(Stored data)
============================================================

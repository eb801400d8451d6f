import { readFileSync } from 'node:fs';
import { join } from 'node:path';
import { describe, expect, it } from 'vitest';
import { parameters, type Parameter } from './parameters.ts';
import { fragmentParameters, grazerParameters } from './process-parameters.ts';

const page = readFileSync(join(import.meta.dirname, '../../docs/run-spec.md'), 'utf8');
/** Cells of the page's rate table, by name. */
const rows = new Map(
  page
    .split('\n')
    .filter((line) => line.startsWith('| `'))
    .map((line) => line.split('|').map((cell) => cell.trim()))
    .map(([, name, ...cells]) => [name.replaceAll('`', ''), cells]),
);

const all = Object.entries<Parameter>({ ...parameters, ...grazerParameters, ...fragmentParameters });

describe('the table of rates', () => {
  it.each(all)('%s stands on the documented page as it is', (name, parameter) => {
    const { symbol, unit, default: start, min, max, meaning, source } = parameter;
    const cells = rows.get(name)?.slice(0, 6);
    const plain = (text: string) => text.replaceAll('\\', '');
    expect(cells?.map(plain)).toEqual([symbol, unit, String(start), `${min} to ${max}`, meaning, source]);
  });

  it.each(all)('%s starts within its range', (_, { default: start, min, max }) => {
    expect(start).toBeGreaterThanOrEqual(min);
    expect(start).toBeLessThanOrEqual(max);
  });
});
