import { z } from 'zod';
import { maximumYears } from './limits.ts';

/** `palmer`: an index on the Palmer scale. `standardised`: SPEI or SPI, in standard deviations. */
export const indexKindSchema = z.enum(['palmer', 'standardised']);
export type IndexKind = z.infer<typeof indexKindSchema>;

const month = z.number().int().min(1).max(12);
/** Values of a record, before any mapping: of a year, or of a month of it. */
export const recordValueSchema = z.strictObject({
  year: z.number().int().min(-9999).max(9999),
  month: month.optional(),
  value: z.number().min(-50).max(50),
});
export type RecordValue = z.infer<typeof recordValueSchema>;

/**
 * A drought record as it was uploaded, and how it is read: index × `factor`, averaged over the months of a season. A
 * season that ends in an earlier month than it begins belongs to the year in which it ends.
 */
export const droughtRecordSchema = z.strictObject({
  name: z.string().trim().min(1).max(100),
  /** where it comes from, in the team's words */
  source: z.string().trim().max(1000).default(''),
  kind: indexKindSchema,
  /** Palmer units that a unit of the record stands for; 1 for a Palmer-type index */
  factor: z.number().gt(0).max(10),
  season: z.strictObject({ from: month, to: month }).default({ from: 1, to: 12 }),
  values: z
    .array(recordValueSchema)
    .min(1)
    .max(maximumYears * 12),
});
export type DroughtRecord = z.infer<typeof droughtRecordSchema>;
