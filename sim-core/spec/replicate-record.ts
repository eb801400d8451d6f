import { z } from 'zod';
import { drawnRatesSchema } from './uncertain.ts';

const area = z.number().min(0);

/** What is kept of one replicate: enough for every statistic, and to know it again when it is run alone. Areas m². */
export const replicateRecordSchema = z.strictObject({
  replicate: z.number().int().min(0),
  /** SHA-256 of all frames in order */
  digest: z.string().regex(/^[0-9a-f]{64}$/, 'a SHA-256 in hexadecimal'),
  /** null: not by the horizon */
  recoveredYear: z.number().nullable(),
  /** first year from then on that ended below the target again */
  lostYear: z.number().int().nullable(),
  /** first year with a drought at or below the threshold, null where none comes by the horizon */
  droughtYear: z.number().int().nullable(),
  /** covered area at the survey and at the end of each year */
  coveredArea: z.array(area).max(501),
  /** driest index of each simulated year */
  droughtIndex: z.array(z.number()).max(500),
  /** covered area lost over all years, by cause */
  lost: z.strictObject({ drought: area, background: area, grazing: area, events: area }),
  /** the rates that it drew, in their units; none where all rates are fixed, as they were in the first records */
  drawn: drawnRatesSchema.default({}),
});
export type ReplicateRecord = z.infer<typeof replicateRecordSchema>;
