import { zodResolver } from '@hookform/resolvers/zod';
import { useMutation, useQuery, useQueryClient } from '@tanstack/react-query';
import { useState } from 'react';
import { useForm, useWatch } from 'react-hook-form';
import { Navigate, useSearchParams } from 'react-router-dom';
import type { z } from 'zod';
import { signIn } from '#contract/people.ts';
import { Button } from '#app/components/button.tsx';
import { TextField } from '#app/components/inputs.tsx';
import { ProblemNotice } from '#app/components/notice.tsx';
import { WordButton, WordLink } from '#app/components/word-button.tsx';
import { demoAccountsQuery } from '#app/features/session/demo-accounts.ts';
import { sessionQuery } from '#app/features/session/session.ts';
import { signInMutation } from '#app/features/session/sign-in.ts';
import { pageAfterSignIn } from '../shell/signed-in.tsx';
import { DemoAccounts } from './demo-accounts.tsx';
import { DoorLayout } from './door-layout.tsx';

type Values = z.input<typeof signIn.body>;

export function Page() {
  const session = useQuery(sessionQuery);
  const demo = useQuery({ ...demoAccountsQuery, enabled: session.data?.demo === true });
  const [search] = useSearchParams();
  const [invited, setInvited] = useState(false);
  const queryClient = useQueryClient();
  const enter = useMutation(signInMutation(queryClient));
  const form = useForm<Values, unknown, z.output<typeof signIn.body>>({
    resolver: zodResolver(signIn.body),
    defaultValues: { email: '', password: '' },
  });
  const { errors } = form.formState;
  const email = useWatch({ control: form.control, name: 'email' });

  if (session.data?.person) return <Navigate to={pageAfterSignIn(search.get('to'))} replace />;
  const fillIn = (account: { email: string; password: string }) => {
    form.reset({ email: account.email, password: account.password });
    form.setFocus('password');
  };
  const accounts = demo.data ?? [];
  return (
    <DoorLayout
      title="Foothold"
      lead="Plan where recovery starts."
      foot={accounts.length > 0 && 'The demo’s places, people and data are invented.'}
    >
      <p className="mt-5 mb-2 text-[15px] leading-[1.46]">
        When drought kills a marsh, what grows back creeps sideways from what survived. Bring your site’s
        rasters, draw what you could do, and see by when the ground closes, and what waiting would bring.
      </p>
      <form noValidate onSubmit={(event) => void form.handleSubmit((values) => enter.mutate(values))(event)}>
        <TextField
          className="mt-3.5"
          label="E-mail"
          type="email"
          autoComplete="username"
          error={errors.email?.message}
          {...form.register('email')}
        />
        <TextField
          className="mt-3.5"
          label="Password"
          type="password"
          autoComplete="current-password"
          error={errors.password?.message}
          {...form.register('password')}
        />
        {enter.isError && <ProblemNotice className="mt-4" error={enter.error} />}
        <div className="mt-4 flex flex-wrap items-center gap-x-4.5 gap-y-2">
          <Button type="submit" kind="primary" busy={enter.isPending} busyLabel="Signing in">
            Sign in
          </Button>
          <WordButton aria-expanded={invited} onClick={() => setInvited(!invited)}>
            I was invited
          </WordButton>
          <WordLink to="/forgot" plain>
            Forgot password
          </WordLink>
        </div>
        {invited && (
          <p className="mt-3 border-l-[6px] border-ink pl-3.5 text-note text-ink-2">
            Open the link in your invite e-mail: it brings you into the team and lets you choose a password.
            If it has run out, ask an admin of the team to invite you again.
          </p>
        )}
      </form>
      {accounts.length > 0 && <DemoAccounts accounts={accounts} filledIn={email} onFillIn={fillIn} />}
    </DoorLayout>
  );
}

============================================================

**Task goal:** Within the data, how many lines hold the string "spec"? Answer with the number and nothing more.

**Response to this task:** 2